══ EXERCISE DATA ══

# --- check ---------------------------------------------------------------------------------
@dataclass(frozen=True, eq=False)
class CheckReport:
    """What ``marchland check`` found, source by source.

    Attributes
    ----------
    sources : pandas.DataFrame
        One row per input source (index ``source``): ``kind`` (boundaries, population,
        reports), ``path``, ``status`` ("ok" or "error"), ``message``, and for report sources
        ``country level shape rows_in used rejected fuzzy_matches first_week last_week
        weeks`` and one column per reject reason (``REASONS``).
    rejected_by_reason : pandas.DataFrame
        Rejected rows per source (rows) and reason (columns).
    fuzzy : pandas.DataFrame
        Fuzzy matches accepted (``source country place unit_id score rows``), for a person to
        confirm into the alias table.
    completeness : pandas.DataFrame
        Per country: share of expected unit-weeks reported, gap weeks, last report received.
    units : pandas.DataFrame
        Per country: units per level, the analysis level and population total.
    rejects : pandas.DataFrame
        Every rejected row (``source file sheet row column value reason candidates``).
    notes : tuple of str
        Warnings worth a person's attention that did not stop the reading (geometries
        repaired, units only partly covered by the population raster).
    ok : bool
        False if any source could not be read at all.
    border_left_out : pandas.DataFrame or None
        Pairs of analysis units from different boundary files or countries that come within
        the gap tolerance but that the border graph did not join (``BorderGraph.left_out``);
        None when the graph could not be built. Add a real one to the links table.
    border_short_joins : pandas.DataFrame or None
        Pairs joined across a gap that face each other along less than the gap tolerance
        (``BorderGraph.short_joins``): corners where a border meets a country missing from the
        data can look like this. Raise ``[graph] min_shared_m`` above a false one's facing
        length to leave it out.
    """

    sources: pd.DataFrame
    rejected_by_reason: pd.DataFrame
    fuzzy: pd.DataFrame
    completeness: pd.DataFrame
    units: pd.DataFrame
    rejects: pd.DataFrame
    notes: tuple[str, ...]
    ok: bool
    border_left_out: pd.DataFrame | None = None
    border_short_joins: pd.DataFrame | None = None

    def to_text(self) -> str:
        """Summarise the check as plain text for the terminal, one block per kind of input."""
        lines: list[str] = []
        for name, r in self.sources.iterrows():  # a handful of sources, not data rows
            flag = "ok " if r["status"] == "ok" else "ERR"
            if r["kind"] != "reports" or r["status"] != "ok":
                msg = r["message"] or os.path.basename(str(r["path"]))
                lines.append(f"[{flag}] {r['kind']:<10} {name}: {msg}")
                continue
            lines.append(
                f"[{flag}] reports    {name} ({r['country']}, {r['shape']}, level "
                f"{int(r['level'])}): {int(r['rows_in'])} rows read, {int(r['used'])} used, "
                f"{int(r['rejected'])} rejected; weeks {r['first_week']} to {r['last_week']} "
                f"({int(r['weeks'])} weeks); {int(r['fuzzy_matches'])} fuzzy matches"
            )
            why = [f"{k} {int(r[k])}" for k in REASONS if r.get(k, 0)]
            if why:
                lines.append(f"           rejected: {', '.join(why)}")
        src = self.sources[self.sources["kind"] == "reports"]
        if len(src):
            lines.append(
                f"All report sources: {int(src['rows_in'].sum())} rows read = "
                f"{int(src['used'].sum())} used + {int(src['rejected'].sum())} rejected."
            )
        if len(self.rejects):
            shown = self.rejects.head(_SHOW_REJECTS)
            lines.append("Rejected rows:")
            for r in shown.itertuples():  # at most _SHOW_REJECTS lines
                where = f"{r.file}" + (f" sheet {r.sheet}" if r.sheet else "")
                col = f", column {r.column!r}" if r.column else ""
                val = f", value {r.value!r}" if r.value else ""
                cand = f" (nearest: {r.candidates})" if r.candidates else ""
                lines.append(f"  {where}, row {r.row}{col}{val}: {r.reason}{cand}")
            if len(self.rejects) > len(shown):
                lines.append(f"  ... and {len(self.rejects) - len(shown)} more")
        for n in self.notes:
            lines.append(f"Note: {n}")
        if len(self.fuzzy):
            lines.append("Fuzzy matches accepted (confirm them into the alias table):")
            for _, f in self.fuzzy.iterrows():
                lines.append(
                    f"  {f['source']}: {f['place']!r} -> {f['unit_id']} (score {f['score']:.0f}, "
                    f"{int(f['rows'])} rows)"
                )
        if len(self.units):
            lines.append("Units per country:")
            for c, u in self.units.iterrows():
                pop = "" if pd.isna(u["population"]) else f", population {u['population']:,.0f}"
                lines.append(
                    f"  {c}: {int(u['level_1'])} provinces, {int(u['level_2'])} districts; "
                    f"analysed at level {int(u['analysis_level'])}{pop}"
                )
        if len(self.completeness):
            lines.append("Reporting completeness (share of expected unit-weeks reported):")
            for c, k in self.completeness.iterrows():
                last = "never" if pd.isna(k["last_received"]) else k["last_received"].date()
                lines.append(
                    f"  {c}: {k['share']:.0%} of {int(k['expected_weeks'])} unit-weeks; "
                    f"{int(k['gap_weeks'])} weeks with no report; last received {last}"
                )
        from ._checkgraph import pair_lines

        lines += pair_lines(self.border_left_out, self.border_short_joins, _SHOW_REJECTS)
        lines.append(
            "All sources read." if self.ok else "Some sources could not be read (see ERR above)."
        )
        lines.append(
            "Decision support, not a diagnosis: reporting is incomplete and delayed; small "
            "numbers are unstable."
        )
        return "\n".join(lines)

═══

■ **PROBLEM STATEMENT**
Extract exactly and only the lines above from the line containing "matches accepted (confirm" through the line containing "from ._checkgraph import pair_lines", both end lines included.

■ **WRITTEN SOLUTION**
            lines.append("Fuzzy matches accepted (confirm them into the alias table):")
            for _, f in self.fuzzy.iterrows():
                lines.append(
                    f"  {f['source']}: {f['place']!r} -> {f['unit_id']} (score {f['score']:.0f}, "
                    f"{int(f['rows'])} rows)"
                )
        if len(self.units):
            lines.append("Units per country:")
            for c, u in self.units.iterrows():
                pop = "" if pd.isna(u["population"]) else f", population {u['population']:,.0f}"
                lines.append(
                    f"  {c}: {int(u['level_1'])} provinces, {int(u['level_2'])} districts; "
                    f"analysed at level {int(u['analysis_level'])}{pop}"
                )
        if len(self.completeness):
            lines.append("Reporting completeness (share of expected unit-weeks reported):")
            for c, k in self.completeness.iterrows():
                last = "never" if pd.isna(k["last_received"]) else k["last_received"].date()
                lines.append(
                    f"  {c}: {k['share']:.0%} of {int(k['expected_weeks'])} unit-weeks; "
                    f"{int(k['gap_weeks'])} weeks with no report; last received {last}"
                )
        from ._checkgraph import pair_lines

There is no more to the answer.